++++ Working data

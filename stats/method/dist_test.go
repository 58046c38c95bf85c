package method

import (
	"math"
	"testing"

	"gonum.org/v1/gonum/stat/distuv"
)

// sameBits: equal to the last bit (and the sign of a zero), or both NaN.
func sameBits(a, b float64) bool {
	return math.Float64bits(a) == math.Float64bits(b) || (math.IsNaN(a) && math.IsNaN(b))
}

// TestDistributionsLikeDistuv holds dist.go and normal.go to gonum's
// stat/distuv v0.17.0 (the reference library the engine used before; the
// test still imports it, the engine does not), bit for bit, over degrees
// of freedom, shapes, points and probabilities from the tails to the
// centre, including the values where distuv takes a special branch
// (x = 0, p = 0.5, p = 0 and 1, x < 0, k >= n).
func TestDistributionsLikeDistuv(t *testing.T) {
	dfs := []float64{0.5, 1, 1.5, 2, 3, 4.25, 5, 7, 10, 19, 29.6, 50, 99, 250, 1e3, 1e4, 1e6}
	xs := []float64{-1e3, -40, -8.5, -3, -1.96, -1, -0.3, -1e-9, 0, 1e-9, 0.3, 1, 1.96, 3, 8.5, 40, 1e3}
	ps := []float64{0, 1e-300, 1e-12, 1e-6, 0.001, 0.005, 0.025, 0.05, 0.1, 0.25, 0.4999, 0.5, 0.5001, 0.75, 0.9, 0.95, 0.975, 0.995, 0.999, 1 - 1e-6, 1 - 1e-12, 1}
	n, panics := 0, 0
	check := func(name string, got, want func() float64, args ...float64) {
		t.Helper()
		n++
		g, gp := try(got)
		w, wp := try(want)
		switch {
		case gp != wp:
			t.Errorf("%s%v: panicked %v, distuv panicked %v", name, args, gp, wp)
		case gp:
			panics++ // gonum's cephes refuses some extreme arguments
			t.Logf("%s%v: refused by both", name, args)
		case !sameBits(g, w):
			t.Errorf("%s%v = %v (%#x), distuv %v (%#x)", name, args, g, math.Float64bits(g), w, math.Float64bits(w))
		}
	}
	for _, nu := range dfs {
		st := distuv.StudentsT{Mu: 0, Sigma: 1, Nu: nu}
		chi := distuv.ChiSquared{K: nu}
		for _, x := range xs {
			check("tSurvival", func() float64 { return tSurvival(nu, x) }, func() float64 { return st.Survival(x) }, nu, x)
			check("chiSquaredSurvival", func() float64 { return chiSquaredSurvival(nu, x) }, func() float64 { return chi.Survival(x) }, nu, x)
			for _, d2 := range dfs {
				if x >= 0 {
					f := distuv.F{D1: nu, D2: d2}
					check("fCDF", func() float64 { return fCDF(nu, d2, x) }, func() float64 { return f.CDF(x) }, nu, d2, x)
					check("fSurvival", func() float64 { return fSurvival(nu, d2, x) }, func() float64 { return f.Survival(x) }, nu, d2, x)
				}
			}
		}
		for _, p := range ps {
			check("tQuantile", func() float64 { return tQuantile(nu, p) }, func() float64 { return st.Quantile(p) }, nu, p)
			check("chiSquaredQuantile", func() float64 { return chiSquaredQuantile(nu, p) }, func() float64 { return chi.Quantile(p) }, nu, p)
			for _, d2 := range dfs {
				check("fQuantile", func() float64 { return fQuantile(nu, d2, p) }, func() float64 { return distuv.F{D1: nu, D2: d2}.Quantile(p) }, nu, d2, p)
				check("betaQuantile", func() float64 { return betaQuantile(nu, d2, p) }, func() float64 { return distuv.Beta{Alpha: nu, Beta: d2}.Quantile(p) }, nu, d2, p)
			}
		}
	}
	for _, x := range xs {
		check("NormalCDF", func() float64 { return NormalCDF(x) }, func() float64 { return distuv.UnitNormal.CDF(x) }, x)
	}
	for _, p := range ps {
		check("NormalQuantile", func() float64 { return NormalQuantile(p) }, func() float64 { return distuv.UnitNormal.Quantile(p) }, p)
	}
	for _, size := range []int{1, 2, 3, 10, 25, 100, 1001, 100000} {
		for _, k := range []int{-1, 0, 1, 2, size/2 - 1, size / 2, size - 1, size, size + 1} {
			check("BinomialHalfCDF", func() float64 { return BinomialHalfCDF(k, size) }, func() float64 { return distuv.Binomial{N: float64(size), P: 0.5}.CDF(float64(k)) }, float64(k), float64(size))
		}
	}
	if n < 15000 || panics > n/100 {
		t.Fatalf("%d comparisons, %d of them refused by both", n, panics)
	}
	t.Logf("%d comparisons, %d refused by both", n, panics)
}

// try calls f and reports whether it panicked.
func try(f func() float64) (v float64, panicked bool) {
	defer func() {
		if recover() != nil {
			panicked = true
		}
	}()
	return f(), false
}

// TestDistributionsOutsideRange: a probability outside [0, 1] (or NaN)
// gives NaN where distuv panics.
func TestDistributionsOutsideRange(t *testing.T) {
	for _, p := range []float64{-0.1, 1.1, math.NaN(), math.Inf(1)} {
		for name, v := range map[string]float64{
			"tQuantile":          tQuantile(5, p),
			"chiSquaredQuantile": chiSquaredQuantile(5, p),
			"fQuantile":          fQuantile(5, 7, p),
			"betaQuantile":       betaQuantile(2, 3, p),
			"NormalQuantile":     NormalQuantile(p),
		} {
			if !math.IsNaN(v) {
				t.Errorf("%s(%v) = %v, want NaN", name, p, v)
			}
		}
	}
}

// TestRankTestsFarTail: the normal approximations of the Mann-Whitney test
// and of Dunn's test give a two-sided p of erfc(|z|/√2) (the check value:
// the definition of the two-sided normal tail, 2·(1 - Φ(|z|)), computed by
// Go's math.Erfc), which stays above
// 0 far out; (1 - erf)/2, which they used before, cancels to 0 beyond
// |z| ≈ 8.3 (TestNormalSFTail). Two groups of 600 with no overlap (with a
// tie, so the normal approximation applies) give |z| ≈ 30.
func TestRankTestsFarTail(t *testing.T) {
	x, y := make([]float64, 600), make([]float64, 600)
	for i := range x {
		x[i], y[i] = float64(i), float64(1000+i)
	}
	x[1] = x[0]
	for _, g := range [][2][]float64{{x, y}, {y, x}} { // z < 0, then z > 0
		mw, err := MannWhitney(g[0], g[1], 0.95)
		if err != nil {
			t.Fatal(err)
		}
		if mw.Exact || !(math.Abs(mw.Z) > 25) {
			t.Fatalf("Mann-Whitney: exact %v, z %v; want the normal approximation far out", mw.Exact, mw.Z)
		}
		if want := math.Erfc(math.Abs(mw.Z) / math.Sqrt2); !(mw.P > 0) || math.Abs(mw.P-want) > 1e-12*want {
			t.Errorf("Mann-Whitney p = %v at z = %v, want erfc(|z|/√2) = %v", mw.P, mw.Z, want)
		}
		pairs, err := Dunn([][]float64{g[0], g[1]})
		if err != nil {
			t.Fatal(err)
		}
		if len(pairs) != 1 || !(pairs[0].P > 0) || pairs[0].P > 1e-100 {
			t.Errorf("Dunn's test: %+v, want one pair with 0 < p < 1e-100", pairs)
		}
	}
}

++++++++
++++ Working data

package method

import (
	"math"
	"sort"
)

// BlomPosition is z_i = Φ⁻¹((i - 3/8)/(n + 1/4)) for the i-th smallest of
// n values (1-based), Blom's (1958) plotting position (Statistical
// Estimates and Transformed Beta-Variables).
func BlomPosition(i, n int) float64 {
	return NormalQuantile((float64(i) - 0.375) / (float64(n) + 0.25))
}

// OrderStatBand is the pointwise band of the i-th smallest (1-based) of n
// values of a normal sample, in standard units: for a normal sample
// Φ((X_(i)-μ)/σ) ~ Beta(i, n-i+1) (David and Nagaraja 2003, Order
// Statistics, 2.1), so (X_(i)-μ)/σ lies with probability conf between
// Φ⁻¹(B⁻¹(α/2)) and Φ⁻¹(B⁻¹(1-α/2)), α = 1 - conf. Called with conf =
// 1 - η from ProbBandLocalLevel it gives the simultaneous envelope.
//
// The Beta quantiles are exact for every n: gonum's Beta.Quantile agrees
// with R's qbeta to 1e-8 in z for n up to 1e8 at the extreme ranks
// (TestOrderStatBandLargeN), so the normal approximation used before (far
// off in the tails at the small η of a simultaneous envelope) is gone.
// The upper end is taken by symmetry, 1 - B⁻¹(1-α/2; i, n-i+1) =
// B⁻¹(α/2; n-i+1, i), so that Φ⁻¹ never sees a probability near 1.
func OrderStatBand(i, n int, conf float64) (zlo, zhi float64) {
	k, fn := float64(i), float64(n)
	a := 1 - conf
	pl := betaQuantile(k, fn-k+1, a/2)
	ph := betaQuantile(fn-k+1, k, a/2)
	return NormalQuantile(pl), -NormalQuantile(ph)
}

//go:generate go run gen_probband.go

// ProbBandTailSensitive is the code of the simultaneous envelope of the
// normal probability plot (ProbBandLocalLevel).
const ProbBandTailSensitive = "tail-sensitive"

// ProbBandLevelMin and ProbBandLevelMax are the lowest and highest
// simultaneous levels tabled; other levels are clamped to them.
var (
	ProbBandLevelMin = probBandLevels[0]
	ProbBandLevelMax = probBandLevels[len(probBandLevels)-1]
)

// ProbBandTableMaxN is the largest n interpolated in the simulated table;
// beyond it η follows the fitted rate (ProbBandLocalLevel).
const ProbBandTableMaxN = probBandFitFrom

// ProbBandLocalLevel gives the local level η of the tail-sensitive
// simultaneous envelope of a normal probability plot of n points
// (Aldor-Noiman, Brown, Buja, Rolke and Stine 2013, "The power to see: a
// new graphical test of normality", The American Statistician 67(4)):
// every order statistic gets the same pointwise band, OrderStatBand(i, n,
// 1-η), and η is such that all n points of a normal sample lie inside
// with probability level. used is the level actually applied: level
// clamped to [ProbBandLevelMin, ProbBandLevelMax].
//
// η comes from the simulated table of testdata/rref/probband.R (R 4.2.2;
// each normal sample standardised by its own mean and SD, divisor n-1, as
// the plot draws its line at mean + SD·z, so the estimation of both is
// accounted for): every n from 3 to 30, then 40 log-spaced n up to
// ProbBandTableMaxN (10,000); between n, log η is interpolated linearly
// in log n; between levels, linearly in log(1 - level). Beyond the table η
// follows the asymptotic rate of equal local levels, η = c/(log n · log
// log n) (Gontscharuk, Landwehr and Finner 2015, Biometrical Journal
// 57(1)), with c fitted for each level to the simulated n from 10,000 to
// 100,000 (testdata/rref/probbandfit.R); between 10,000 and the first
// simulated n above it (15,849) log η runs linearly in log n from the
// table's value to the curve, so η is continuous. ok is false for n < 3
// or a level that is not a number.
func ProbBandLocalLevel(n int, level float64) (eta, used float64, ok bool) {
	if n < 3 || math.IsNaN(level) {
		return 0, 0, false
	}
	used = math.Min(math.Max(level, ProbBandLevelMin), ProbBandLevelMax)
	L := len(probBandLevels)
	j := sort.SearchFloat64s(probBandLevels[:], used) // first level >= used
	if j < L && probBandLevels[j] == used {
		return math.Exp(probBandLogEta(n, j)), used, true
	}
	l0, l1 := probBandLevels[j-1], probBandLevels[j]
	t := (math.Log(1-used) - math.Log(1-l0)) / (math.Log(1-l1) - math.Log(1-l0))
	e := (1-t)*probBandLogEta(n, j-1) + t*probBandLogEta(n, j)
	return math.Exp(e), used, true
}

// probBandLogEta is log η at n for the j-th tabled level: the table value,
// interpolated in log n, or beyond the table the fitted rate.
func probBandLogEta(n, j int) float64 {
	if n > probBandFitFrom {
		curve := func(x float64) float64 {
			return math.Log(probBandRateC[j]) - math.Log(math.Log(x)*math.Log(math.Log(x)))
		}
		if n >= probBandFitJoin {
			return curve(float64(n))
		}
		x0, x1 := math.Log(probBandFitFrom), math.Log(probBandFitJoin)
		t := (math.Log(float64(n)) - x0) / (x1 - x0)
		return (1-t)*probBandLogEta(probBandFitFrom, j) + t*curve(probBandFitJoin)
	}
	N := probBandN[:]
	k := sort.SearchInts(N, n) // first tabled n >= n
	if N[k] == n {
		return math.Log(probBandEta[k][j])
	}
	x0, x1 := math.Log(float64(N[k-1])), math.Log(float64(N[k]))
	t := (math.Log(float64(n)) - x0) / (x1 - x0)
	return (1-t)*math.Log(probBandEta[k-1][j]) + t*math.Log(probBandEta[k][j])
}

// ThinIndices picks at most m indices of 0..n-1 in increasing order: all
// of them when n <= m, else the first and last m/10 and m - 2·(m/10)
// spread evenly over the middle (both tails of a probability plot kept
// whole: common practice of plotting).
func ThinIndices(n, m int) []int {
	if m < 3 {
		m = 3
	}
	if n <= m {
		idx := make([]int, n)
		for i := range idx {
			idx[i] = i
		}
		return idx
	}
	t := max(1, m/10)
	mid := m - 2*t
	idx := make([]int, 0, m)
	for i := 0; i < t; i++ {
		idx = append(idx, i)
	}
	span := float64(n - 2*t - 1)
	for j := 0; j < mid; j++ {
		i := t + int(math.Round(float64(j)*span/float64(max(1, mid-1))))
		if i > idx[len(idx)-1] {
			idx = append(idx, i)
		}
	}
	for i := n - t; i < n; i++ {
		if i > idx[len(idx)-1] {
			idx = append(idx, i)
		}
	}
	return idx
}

++++++++

= Your instructions =
Please, from the entries above, set down exactly the lines from the one containing "filename stats/method/dist_test.go" through the one containing "tails to the", and only those.

= Result for this exercise =
filename stats/method/dist_test.go
repository 58046c38c95bf85c
package method

import (
	"math"
	"testing"

	"gonum.org/v1/gonum/stat/distuv"
)

// sameBits: equal to the last bit (and the sign of a zero), or both NaN.
func sameBits(a, b float64) bool {
	return math.Float64bits(a) == math.Float64bits(b) || (math.IsNaN(a) && math.IsNaN(b))
}

// TestDistributionsLikeDistuv holds dist.go and normal.go to gonum's
// stat/distuv v0.17.0 (the reference library the engine used before; the
// test still imports it, the engine does not), bit for bit, over degrees
// of freedom, shapes, points and probabilities from the tails to the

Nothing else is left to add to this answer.